This document describes the use of the Synchronization Generic Enabler.
The typical use of this GE is creating multi-user networked scenes, which may include 3D visualization (for example a virtual world or a multiplayer game). A client connects, using the WebSocket protocol, to a server where the multi-user scene is hosted, after which they will receive the scene content and any updates to it, for example objects' position updates under a physics simulation calculated by the server. The clients interact with the scene by either directly manipulating the scene content (this may not be feasible in all cases and can be prevented by security scripts running on the server) or by sending Entity Actions, which resemble remote procedure calls, that can be interpreted by scripts running on the server. For example, the movement controls of a client controlled character ("avatar") could be sent as Entity Actions (ie. move forward, stop moving forward, rotate 45 degrees right.)
Note that the Synchronization GE client code itself does not visualize anything, it only updates the internal scene data model according to data from the network. However, the same WebTundra codebase that houses the Synchronization client code also contains an implementation of the 3D-UI GE, which implements 3D visualization on top of the scene data model.
The user guide section describes on a high level the data model used by this GE, and how scenes are loaded into the server.
The data that is transmitted between the server and the client is based on the Entity-Component-Attribute model as used by realXtend Tundra. It is described here https://github.com/realXtend/tundra/wiki/Scene-and-EC-Model
In particular, the following actions between the server and the client are synchronized bidirectionally through the WebSocket connection:
- Create an entity
- Remove an entity
- Create a component into an entity
- Remove a component from an entity
- Modify an attribute value in a component. This is the bulk of the network traffic. For example when an entity moves, the Transform attribute of its Placeable component is being updated constantly.
- Create an attribute into the DynamicComponent type of component.
- Remove an attribute from a DynamicComponent.
- Send an Entity Action.
When multiple clients are connected, such modifications are sent to all of them.
The realXtend Tundra SDK is a complex piece of software and to provide a full description of how it can be used is beyond the scope of this document. For more documentation please see http://doc.meshmoon.com/ Note that MeshMoon is a proprietary hosting solution based on Tundra SDK but it currently provides the best, most up-to-date documentation of the Tundra SDK. Parts of the documentation which pertain only to the MeshMoon specific extensions and not the core Tundra SDK itself are marked so.
To see all Tundra's command line options use the command
Tundra --help
The following command line options are often used:
--file scenename.txml Specify the txml scene file to open on startup. Example scenes exist
in the bin/scenes directory.
--server Run as a server
--port portnumber Specify which port the server listens on. This is both for native
clients (UDP protocol) and WebSocket clients (TCP protocol)

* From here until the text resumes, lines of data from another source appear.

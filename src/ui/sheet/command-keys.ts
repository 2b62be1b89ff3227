/** Keys of the commands on what is selected: arranging, aligning, signs, pulling out, duplicating, finding. */

import { alignChosen, spreadChosen } from '../commands/align-chosen.ts';
import { arrangeChosen } from '../commands/arrange-chosen.ts';
import { chosenWires, straightenWires } from '../commands/bend-chosen.ts';
import { setSignOfWires, turnLastSign } from '../commands/change-sign.ts';
import { chooseNextWire } from '../commands/choose-wire.ts';
import { duplicateChosen } from '../commands/clipboard.ts';
import { cutChosen } from '../commands/cut-chosen.ts';
import { foldChosen, unfoldChosen } from '../commands/fold-chosen.ts';
import { pullOutChosen } from '../commands/insert-in-wire.ts';
import type { KeyRow } from '../keys/index.ts';
import { actions, store } from '../store/index.ts';
import { focusedBlock } from './focus-block.ts';

const ON_SHEET = { group: 'On the sheet' } as const;
const ON_WIRE = { group: 'On a wire' } as const;

export const COMMAND_KEYS: readonly KeyRow[] = [
  { ...ON_WIRE, keys: ['n'], does: 'select the next wire at the selected block or wire', act: nextWire },
  {
    ...ON_WIRE,
    keys: ['r'],
    does: 'take the bends of the selected wire out',
    act: () => straightenWires(chosenWires()),
  },
  {
    ...ON_WIRE,
    keys: ['+', '-'],
    does: 'set its sign at the summing point it ends at',
    act: ({ key }) => setSignOfWires(key === '-' ? '-' : '+'),
  },
  { ...ON_WIRE, keys: ['c'], does: 'cut it to measure margins there, or take the cut away', act: () => cutChosen() },
  {
    ...ON_SHEET,
    keys: ['h'],
    does: 'pull the selected blocks out of their wires, which close behind them',
    act: () => pullOutChosen(),
  },
  {
    ...ON_SHEET,
    keys: ['s'],
    does: 'turn the sign of the wire drawn last to a summing point',
    act: () => turnLastSign(),
  },
  { ...ON_SHEET, keys: ['l'], does: 'arrange the selected blocks, or the whole drawing', act: arrange },
  { ...ON_SHEET, keys: ['Ctrl+a'], does: 'select everything', act: selectAll },
  { ...ON_SHEET, keys: ['Alt+g'], does: 'fold the selected blocks into a group', act: () => foldChosen() },
  { ...ON_SHEET, keys: ['Alt+Shift+g'], does: 'unfold the selected group', act: () => unfoldChosen() },
  { ...ON_SHEET, keys: ['Ctrl+d'], does: 'duplicate', act: () => duplicateChosen() },
  {
    ...ON_SHEET,
    keys: ['Alt+ArrowLeft'],
    does: 'align the selected blocks at their left edges',
    act: () => alignChosen('left'),
  },
  { ...ON_SHEET, keys: ['Alt+ArrowRight'], does: 'at their right edges', act: () => alignChosen('right') },
  { ...ON_SHEET, keys: ['Alt+ArrowUp'], does: 'at their upper edges', act: () => alignChosen('top') },
  { ...ON_SHEET, keys: ['Alt+ArrowDown'], does: 'at their lower edges', act: () => alignChosen('bottom') },
  { ...ON_SHEET, keys: ['Alt+c'], does: 'align their centres in a row', act: () => alignChosen('row') },
  { ...ON_SHEET, keys: ['Alt+Shift+c'], does: 'align their centres in a column', act: () => alignChosen('column') },
  { ...ON_SHEET, keys: ['Alt+s'], does: 'spread them evenly across', act: () => spreadChosen('across') },
  { ...ON_SHEET, keys: ['Alt+Shift+s'], does: 'spread them evenly down', act: () => spreadChosen('down') },
  { group: 'See', keys: ['Ctrl+f'], does: 'find a block by name, value or parameter', act: find },
];

function nextWire(): boolean {
  return chooseNextWire(chosenBlock());
}

function arrange(_: unknown, fitDrawing: () => void): boolean {
  void arrangeChosen().then(isWhole => isWhole && fitDrawing());
  return true;
}

function find(): boolean {
  actions.openFinding(true);
  return true;
}

function selectAll(): boolean {
  const { blocks, annotations = [] } = store.getState().document.diagram;
  const ids = (items: readonly { readonly id: string }[]) => new Set(items.map(({ id }) => id));
  actions.select({ blocks: ids(blocks), wires: new Set(), annotations: ids(annotations) });
  return true;
}

/** The one block that is selected or has the focus; null while wires are selected, so that they can be gone through. */
function chosenBlock(): string | null {
  const { blocks, wires } = store.getState().selection;
  if (wires.size > 0) return null;
  return [...blocks][0] ?? focusedBlock();
}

--headless Run without graphics rendering
--config configfile Specify the JSON configuration file(s) to use. If not specified, the
default configuration file tundra.json is used.
The programmer's guide describes the JavaScript client library API and relevant parts of the server code's operation, as well as the binary-level protocol used.
The Synchronization client code is housed in the WebTundra code base https://github.com/realxtend/webtundra. See its documentation for full details. Some simple example how to run WebTundra is described here:
Download latest WebTundra package from Catalog and extract the zip file
Startup the Synchronization server TundraConsole --server --headless --file scenes/Physics/scene.txml
Start apache2 or node.js http-server in folder where you extracted the zip file and open client.html in web browser and press connect.
Clone WebTundra from GitHub:
git clone https://github.com/realXtend/WebTundra.git
Setup node.js and grunt for making build:
- Install node.js
- Run npm install on the repo root folder to fetch dependencies.
- Run npm install -g grunt-cli to install the grunt executable as a global tool.
Run grunt in WebTundra root folder:
grunt build
Startup the Synchronization server TundraConsole --server --headless --file scenes/Physics/scene.txml
Start apache2 or node.js http-server in folder where you extracted the zip file and open client.html in web browser and press connect.
The WebSocket server functionality of the Synchronization GE is implemented in the WebSocketServerModule.
It uses the websocketpp library for implementing WebSocket communications https://github.com/zaphoyd/websocketpp
The WebSocketServerModule registers the WebSocket client connections to the Tundra main server class, so that other server-side modules and scripts can treat native (C++ client) and Web client connections as equivalent.
For the description of the byte-level protocol see https://github.com/realXtend/tundra/wiki/Tundra-protocol.
- Each message is sent as one binary WebSocket frame, with the message ID encoded as an unsigned little-endian 16-bit value in the beginning.
- Login data (message ID 100) is JSON instead of XML.
- Before the server starts sending scene messages, the client must "authenticate" itself by sending the login message. In a default Tundra server configuration (no scene password, no security scripts) the actual data content sent in the login message does not matter.